**PROBLEM TO WORK ON**:
Using the listing below, keep only the lines with the word "base" and copy them.

**SOURCE RECORDS**:
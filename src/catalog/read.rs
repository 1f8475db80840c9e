//! Reading catalogue files: headers, chunked records for parallel scans,
//! and whole-file validation that reports every bad row.

use super::{Materials, Schema, parse_row};
use crate::check::Material;
use crate::error::{Error, Location, Result};
use std::io::Read;

/// Options for reading a catalogue.
#[derive(Clone, Debug)]
pub struct ReadOptions {
    pub delimiter: u8,
}

impl Default for ReadOptions {
    fn default() -> Self {
        ReadOptions { delimiter: b',' }
    }
}

/// An open catalogue: its schema and a record reader.
pub struct Catalog<R: Read> {
    pub file: String,
    pub schema: Schema,
    pub reader: csv::Reader<R>,
}

/// Strip a UTF-8 byte-order mark from a header cell.
fn strip_bom(s: &str) -> &str {
    s.strip_prefix('\u{feff}').unwrap_or(s)
}

/// Open a catalogue from any reader (`file` names it in messages).
pub fn open<R: Read>(input: R, file: &str, opts: &ReadOptions) -> Result<Catalog<R>> {
    let mut reader = csv::ReaderBuilder::new()
        .delimiter(opts.delimiter)
        .comment(Some(b'#'))
        .flexible(false)
        .has_headers(true)
        .from_reader(input);
    let headers = reader
        .byte_headers()
        .map_err(|e| csv_error(file, e))?
        .clone();
    if headers.is_empty() || (headers.len() == 1 && headers[0].is_empty()) {
        return Err(Error::input(
            Location::in_file(file),
            "the file is empty: expected a header row naming the columns",
        ));
    }
    let mut names = Vec::with_capacity(headers.len());
    for (i, h) in headers.iter().enumerate() {
        let s = std::str::from_utf8(h).map_err(|_| {
            Error::input(
                Location::in_file(file)
                    .with_line(1)
                    .with_column(i as u64 + 1),
                "the header is not valid UTF-8 text",
            )
        })?;
        names.push(strip_bom(s).trim().to_string());
    }
    let line = reader.position().line().max(1);
    if names.len() == 1
        && opts.delimiter == b','
        && (names[0].contains(';') || names[0].contains('\t'))
    {
        return Err(Error::input(
            Location::in_file(file).with_line(line),
            "the header has a single column but contains ';' or tabs: use --delimiter ';' (or 'tab') for this file",
        ));
    }
    if names.len() == 1 && opts.delimiter != b',' && names[0].contains(',') {
        return Err(Error::input(
            Location::in_file(file).with_line(line),
            format!(
                "the header has a single column when split at '{}' (--delimiter) but contains commas: leave --delimiter out for a comma-separated file",
                if opts.delimiter == b'\t' {
                    "tab".to_string()
                } else {
                    (opts.delimiter as char).to_string()
                }
            ),
        ));
    }
    let schema = Schema::parse(&names, &Location::in_file(file).with_line(1))?;
    Ok(Catalog {
        file: file.to_string(),
        schema,
        reader,
    })
}

/// Turn a csv error into ours, with its position.
pub fn csv_error(file: &str, e: csv::Error) -> Error {
    let mut loc = Location::in_file(file);
    if let Some(p) = e.position() {
        loc = loc.with_line(p.line());
    }
    let msg = match e.kind() {
        csv::ErrorKind::UnequalLengths {
            expected_len, len, ..
        } => format!(
            "this row has {len} fields but the header has {expected_len}: check the delimiter and quoting"
        ),
        csv::ErrorKind::Utf8 { .. } => "not valid UTF-8 text".to_string(),
        csv::ErrorKind::Io(err) => {
            return Error::io(file, std::io::Error::new(err.kind(), err.to_string()));
        }
        _ => e.to_string(),
    };
    Error::input(loc, msg)
}

impl<R: Read> Catalog<R> {
    /// Fill `buf` with up to `n` records; returns how many (0 at the end).
    /// Each record keeps its position for line numbers.
    pub fn next_chunk(&mut self, buf: &mut Vec<csv::ByteRecord>, n: usize) -> Result<usize> {
        let mut k = 0;
        while k < n {
            if k == buf.len() {
                buf.push(csv::ByteRecord::new());
            }
            match self.reader.read_byte_record(&mut buf[k]) {
                Ok(true) => k += 1,
                Ok(false) => break,
                Err(e) => return Err(csv_error(&self.file, e)),
            }
        }
        Ok(k)
    }
}

/// Line number of a record.
pub fn line_of(rec: &csv::ByteRecord) -> u64 {
    rec.position().map(|p| p.line()).unwrap_or(0)
}

/// Result of validating a whole catalogue.
#[derive(Debug)]
pub struct Validation {
    pub rows: u64,
    pub good: u64,
    pub errors: Vec<Error>,
}

/// Validate every row; report all problems (bad rows, duplicate names).
/// `grades` may be empty when no job is given (grades are then not looked up).
pub fn validate<R: Read>(
    mut cat: Catalog<R>,
    base: &Material,
    grades: &[(String, Material)],
    check_grades: bool,
) -> Result<Validation> {
    let mats = Materials { base, grades };
    let mut buf = Vec::new();
    let mut seen: std::collections::HashMap<String, u64> = std::collections::HashMap::new();
    let mut v = Validation {
        rows: 0,
        good: 0,
        errors: Vec::new(),
    };
    let grade_col = cat.schema.cols.iter().position(|c| *c == super::Col::Grade);
    loop {
        let n = match cat.next_chunk(&mut buf, 4096) {
            Ok(n) => n,
            Err(e) => {
                v.errors.push(e);
                break;
            }
        };
        if n == 0 {
            break;
        }
        for rec in &buf[..n] {
            v.rows += 1;
            let line = line_of(rec);
            let mut rec2;
            let rec_used = if !check_grades && let Some(g) = grade_col {
                // Without a job, grades cannot be resolved: blank them.
                rec2 = csv::ByteRecord::new();
                for (i, f) in rec.iter().enumerate() {
                    rec2.push_field(if i == g { b"" } else { f });
                }
                &rec2
            } else {
                rec
            };
            match parse_row(&cat.schema, rec_used, &mats) {
                Ok(row) => {
                    if let Some(first) = seen.insert(row.name.to_string(), line) {
                        let col = cat
                            .schema
                            .cols
                            .iter()
                            .position(|c| *c == super::Col::Name)
                            .unwrap_or(0);
                        v.errors.push(Error::input(
                            Location::in_file(&cat.file)
                                .with_line(line)
                                .with_column(col as u64 + 1),
                            format!(
                                "duplicate section name '{}' (first on line {first})",
                                row.name
                            ),
                        ));
                    } else {
                        v.good += 1;
                    }
                }
                Err(e) => v.errors.push(Error::input(
                    Location::in_file(&cat.file)
                        .with_line(line)
                        .with_column(e.column as u64),
                    e.message,
                )),
            }
        }
    }
    if v.rows == 0 && v.errors.is_empty() {
        v.errors.push(Error::input(
            Location::in_file(&cat.file),
            "the catalogue has a header but no rows",
        ));
    }
    Ok(v)
}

**ANSWER TO THIS TASK**:
    base: &Material,
    let mats = Materials { base, grades };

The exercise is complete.